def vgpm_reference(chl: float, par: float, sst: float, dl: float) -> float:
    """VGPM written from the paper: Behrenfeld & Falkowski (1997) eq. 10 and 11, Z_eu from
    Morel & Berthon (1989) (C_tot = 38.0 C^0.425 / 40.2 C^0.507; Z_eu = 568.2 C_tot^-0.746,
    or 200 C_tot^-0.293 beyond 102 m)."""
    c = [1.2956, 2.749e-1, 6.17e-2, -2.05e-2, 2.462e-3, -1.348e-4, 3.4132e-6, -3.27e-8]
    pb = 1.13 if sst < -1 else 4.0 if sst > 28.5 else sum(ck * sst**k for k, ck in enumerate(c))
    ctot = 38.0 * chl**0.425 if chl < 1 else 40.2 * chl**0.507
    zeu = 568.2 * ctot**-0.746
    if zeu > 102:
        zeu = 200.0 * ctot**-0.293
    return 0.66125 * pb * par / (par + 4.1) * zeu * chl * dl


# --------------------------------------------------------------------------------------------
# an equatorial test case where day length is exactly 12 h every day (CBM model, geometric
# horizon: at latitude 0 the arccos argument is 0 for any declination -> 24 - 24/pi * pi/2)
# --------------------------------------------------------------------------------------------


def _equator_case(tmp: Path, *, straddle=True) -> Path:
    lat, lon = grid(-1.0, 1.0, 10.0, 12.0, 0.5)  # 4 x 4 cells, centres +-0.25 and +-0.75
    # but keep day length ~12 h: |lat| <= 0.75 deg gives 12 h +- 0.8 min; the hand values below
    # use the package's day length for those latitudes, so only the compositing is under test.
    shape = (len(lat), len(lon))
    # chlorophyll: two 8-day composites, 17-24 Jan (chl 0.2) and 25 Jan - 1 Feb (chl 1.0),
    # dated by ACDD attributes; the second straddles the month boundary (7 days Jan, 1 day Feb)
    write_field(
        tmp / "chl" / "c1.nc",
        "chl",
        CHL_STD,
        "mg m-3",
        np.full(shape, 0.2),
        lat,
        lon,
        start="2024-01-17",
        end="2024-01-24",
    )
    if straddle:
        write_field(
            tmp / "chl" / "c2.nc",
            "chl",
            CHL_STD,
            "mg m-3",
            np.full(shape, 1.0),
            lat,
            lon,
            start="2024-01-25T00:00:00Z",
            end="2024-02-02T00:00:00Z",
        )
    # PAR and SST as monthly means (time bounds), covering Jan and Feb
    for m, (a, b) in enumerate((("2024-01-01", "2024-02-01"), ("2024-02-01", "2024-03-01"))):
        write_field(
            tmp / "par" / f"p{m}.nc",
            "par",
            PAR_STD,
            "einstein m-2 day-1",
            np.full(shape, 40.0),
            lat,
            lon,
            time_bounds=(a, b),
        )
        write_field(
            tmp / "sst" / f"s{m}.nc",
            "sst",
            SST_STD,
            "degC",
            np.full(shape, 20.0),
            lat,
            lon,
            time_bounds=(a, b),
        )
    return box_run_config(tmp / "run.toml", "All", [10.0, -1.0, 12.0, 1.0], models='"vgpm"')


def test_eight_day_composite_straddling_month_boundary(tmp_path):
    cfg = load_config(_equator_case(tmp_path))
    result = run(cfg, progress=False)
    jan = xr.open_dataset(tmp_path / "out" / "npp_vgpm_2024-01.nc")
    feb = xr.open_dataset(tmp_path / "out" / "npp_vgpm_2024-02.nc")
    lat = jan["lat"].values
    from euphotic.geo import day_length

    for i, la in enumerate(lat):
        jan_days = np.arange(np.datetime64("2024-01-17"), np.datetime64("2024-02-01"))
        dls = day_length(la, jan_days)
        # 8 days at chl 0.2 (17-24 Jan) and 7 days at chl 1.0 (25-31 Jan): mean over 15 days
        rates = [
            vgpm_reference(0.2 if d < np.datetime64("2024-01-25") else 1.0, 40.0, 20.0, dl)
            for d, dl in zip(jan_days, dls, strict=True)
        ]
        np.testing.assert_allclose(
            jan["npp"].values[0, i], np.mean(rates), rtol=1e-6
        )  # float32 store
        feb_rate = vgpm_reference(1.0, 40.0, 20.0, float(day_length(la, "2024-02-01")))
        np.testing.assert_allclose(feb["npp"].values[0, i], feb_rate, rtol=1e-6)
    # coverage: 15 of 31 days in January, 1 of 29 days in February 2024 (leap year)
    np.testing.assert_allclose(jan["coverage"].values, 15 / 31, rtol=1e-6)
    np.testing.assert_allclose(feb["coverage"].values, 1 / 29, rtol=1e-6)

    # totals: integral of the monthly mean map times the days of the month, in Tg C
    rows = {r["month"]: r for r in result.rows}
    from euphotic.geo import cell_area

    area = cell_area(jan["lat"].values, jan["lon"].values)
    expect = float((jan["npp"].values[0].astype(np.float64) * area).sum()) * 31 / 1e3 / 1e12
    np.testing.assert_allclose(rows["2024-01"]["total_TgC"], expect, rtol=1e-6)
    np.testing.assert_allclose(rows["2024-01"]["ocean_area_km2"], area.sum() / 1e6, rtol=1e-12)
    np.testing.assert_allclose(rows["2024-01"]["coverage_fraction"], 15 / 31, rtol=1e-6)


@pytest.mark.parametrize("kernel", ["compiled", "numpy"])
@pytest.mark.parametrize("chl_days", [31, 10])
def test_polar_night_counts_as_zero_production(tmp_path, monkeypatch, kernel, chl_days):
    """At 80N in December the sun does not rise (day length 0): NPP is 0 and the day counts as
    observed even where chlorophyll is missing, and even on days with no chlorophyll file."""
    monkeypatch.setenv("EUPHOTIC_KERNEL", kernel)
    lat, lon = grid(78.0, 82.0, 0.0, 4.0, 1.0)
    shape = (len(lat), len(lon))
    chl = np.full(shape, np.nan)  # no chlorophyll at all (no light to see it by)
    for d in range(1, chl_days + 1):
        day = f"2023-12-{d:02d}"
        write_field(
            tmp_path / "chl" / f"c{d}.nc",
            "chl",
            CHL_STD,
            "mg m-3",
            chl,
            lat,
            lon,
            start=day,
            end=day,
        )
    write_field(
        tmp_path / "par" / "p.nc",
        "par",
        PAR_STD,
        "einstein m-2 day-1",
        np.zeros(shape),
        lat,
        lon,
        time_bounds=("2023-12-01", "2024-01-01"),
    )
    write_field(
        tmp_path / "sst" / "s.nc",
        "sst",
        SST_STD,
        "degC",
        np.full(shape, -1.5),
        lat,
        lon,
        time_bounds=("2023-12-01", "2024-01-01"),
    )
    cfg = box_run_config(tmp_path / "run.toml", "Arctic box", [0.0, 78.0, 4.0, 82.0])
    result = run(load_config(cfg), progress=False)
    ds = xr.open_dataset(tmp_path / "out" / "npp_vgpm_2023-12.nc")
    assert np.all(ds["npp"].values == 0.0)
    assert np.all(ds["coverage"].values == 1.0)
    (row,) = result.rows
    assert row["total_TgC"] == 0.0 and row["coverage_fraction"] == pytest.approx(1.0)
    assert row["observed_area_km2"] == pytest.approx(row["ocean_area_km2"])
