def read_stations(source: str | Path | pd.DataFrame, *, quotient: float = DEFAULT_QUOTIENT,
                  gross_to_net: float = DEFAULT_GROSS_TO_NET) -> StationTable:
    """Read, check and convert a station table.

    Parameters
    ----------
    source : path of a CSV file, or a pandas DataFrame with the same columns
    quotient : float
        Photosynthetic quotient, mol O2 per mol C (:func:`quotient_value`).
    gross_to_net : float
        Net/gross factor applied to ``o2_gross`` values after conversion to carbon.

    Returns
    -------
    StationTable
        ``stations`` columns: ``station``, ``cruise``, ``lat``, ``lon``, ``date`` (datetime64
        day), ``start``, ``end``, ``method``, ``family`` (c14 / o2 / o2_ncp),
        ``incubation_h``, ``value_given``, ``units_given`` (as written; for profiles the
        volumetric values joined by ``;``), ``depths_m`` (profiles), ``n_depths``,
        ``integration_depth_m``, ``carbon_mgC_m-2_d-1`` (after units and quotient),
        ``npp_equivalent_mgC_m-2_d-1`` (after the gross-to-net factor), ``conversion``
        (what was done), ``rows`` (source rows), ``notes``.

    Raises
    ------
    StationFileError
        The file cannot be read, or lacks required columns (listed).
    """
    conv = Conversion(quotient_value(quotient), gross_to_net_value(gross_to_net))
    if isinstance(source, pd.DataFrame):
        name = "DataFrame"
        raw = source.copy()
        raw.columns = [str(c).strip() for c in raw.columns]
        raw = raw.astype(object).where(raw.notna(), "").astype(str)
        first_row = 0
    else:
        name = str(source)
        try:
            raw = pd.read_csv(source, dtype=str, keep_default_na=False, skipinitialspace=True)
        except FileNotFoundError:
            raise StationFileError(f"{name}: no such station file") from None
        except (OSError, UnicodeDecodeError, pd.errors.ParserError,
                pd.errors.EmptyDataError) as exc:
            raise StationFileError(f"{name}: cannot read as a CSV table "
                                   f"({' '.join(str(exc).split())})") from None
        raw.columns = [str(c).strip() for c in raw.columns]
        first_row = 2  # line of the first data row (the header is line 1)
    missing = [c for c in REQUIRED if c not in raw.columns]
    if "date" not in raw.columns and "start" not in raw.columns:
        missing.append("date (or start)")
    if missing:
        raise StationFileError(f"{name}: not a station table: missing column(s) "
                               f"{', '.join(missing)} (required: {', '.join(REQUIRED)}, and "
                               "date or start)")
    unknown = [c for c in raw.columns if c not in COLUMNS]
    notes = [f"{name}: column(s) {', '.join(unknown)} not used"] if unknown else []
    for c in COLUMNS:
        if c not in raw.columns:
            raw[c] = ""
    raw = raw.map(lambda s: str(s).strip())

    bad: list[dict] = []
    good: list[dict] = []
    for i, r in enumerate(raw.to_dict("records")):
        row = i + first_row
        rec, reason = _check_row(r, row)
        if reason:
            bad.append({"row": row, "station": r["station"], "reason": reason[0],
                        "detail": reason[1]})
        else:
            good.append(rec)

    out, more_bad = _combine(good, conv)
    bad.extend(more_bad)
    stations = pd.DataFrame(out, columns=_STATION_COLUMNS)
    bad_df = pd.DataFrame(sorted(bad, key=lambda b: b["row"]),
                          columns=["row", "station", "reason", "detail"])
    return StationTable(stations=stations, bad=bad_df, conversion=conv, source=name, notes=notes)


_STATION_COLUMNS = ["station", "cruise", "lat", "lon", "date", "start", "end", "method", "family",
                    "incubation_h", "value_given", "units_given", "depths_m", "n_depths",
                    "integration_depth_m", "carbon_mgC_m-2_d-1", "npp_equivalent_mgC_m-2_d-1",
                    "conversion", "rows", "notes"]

- - -

- _Task details_: Repeat exactly the lines of the listing from its first line through the line that holds "def _equator_case(tmp: Path, *, straddle=True)". Nothing else should appear.

- _Solution for this problem_:
def vgpm_reference(chl: float, par: float, sst: float, dl: float) -> float:
    """VGPM written from the paper: Behrenfeld & Falkowski (1997) eq. 10 and 11, Z_eu from
    Morel & Berthon (1989) (C_tot = 38.0 C^0.425 / 40.2 C^0.507; Z_eu = 568.2 C_tot^-0.746,
    or 200 C_tot^-0.293 beyond 102 m)."""
    c = [1.2956, 2.749e-1, 6.17e-2, -2.05e-2, 2.462e-3, -1.348e-4, 3.4132e-6, -3.27e-8]
    pb = 1.13 if sst < -1 else 4.0 if sst > 28.5 else sum(ck * sst**k for k, ck in enumerate(c))
    ctot = 38.0 * chl**0.425 if chl < 1 else 40.2 * chl**0.507
    zeu = 568.2 * ctot**-0.746
    if zeu > 102:
        zeu = 200.0 * ctot**-0.293
    return 0.66125 * pb * par / (par + 4.1) * zeu * chl * dl


# --------------------------------------------------------------------------------------------
# an equatorial test case where day length is exactly 12 h every day (CBM model, geometric
# horizon: at latitude 0 the arccos argument is 0 for any declination -> 24 - 24/pi * pi/2)
# --------------------------------------------------------------------------------------------


def _equator_case(tmp: Path, *, straddle=True) -> Path:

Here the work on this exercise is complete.